Пять недосказанных слов

– Мак, ты не спишь?

Поразительно гнусный вопрос. Я с трудом разлепляю веки, шарю под кроватью и швыряю в Гвоздя ботинок.

– Я так и знал, что не спишь, – увертываясь, констатирует Гвоздь. – Второй ботинок подать?

Я со стоном потягиваюсь, все тело ноет, будто меня протащило не по снегу, а по усыпанному галькой пляжу. Ночью, когда мы возвратились, мама заставила меня подвергнуться осмотру, и Надя, отыскав на моем организме дюжину кровоподтеков и ссадин, намазала их какой-то дрянью.

– Анна Федоровна на работе, овощной сок на столе, размазня в духовке, Надя ушла к Мурату, поскольку ты ей надоел, – трещит Гвоздь. – Ночью вовсю мело, «Бектау» отрезана, на почту очередь, как на канатку, в «Актау» туристы озверели и лают из окон.

Мне смешно, вспоминаю одну байку Олега. Матросы играли в шахматы, проигравший обязан был высунуться в иллюминатор и двадцать раз пролаять: не как-нибудь протявкать, а именно пролаять, с рычанием и воем. Когда пришла очередь Олега, он с ужасом увидел, что на него, перегнувшись через фальшборт, по-отечески ласково смотрит командир корабля. Олег мужественно долаял до конца и двадцать суток сидел без берега.

Я снимаю с клетки покрывало и выпускаю Жулика на свободу. Для начала он осыпает меня бранью, потом кусает за палец и восторженно орет: «Нельзя кусаться! Нельзя, тебе говор-рят!» Этому фокусу я обучал его целую осень.

– Жулье, скажи ему про носки, – злодействует Гвоздь, – а то он опять забудет сменить.

– Заткнись, небр-ритая хар-ря! – каркает Жулик. – Ведьма, хвост вырву! Максим, тебе пор-ра жениться!

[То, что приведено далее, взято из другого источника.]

#!/usr/bin/python3
"""compare.py — is a freshly generated corpus the committed one?

usage: compare.py FRESH_ROOT REPO_ROOT

Every file under FRESH_ROOT/corpus/<producer>/ must equal its committed twin under
REPO_ROOT/corpus/<producer>/. Truth files compare byte for byte. PDFs compare byte for
byte after one stated normalisation: the values of /CreationDate and /ModDate are
blanked (cairo 1.16, under gnuplot's pdfcairo terminal, stamps the wall-clock time and
ignores SOURCE_DATE_EPOCH); the stamps have a fixed length, so nothing else moves.
Producers that were not regenerated (not installed) are listed as skipped. Exit 1 on
any difference or on a generated file that is not committed."""
import os
import re
import sys

DATE = re.compile(rb"/(CreationDate|ModDate)\s*\((D:[^)]*)\)")


def normalised(path):
    with open(path, "rb") as fh:
        data = fh.read()
    if path.endswith(".pdf"):
        data = DATE.sub(lambda m: b"/" + m.group(1) + b" (" + b"-" * len(m.group(2)) + b")", data)
    return data


def main():
    fresh, repo = (os.path.abspath(p) for p in sys.argv[1:3])
    differ, missing, same = [], [], 0
    # a producer counts as regenerated only when it wrote something
    producers = sorted(d for d in os.listdir(os.path.join(fresh, "corpus"))
                       if os.listdir(os.path.join(fresh, "corpus", d)))
    for prod in producers:
        for name in sorted(os.listdir(os.path.join(fresh, "corpus", prod))):
            got = os.path.join(fresh, "corpus", prod, name)
            want = os.path.join(repo, "corpus", prod, name)
            if not os.path.exists(want):
                missing.append(f"corpus/{prod}/{name}")
            elif normalised(got) != normalised(want):
                differ.append(f"corpus/{prod}/{name}")
            else:
                same += 1
    committed = sorted(d for d in os.listdir(os.path.join(repo, "corpus"))
                       if os.path.isdir(os.path.join(repo, "corpus", d)))
    skipped = [d for d in committed if d not in producers and d != "demo"]
    print(f"corpus: {same} files identical (dates blanked in PDFs); regenerated "
          f"{', '.join(producers) or 'nothing'}")
    for d in skipped:
        print(f"SKIP: corpus/{d} not regenerated here (its producer is not installed)")
    for title, rows in (("differ from the committed file", differ),
                        ("generated but not committed", missing)):
        if rows:
            print(f"{title} ({len(rows)}):")
            for r in rows[:20]:
                print("  " + r)
    return 1 if differ or missing else 0


if __name__ == "__main__":
    sys.exit(main())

Видя, что я одеваюсь, Жулик торопится выболтать весь свой репертуар, знает, что скоро останется один. Летом ему веселее, окно открыто и можно побеседовать с мальчишками, пополнить к новому учебному году их словарный запас (директор школы не раз грозился привлечь Жулика к суду). Я подсыпаю в кормушку овса и проса, доливаю в плошку воды, подсовываю любимое Жуликом лакомство – салатный лист – и выхожу на связь с Левой. Олег меня опередил, все наши новости Леве известны. Он успел прокатиться по гребню до десятой, изучил в бинокль склоны и крайне удивлен тем, что четыре крайние лавины сошли полностью, а в одиннадцатой опустели лишь часть лавиносбора и два из пяти лотков. Впрочем, ночью буран кое-чего туда добавил, подбросил боеприпасов, и лавиносборы четвертой и седьмой переполнены настолько, что пятиметровых снегомерных реек не видно. Ему не скучно, у него все есть, он просит передать ребятам привет и персональный Гвоздю, которого ждет приятный сюрприз: пленку из кассеты, оставленную им на кровати, Ведьма превратила в груду обрывков.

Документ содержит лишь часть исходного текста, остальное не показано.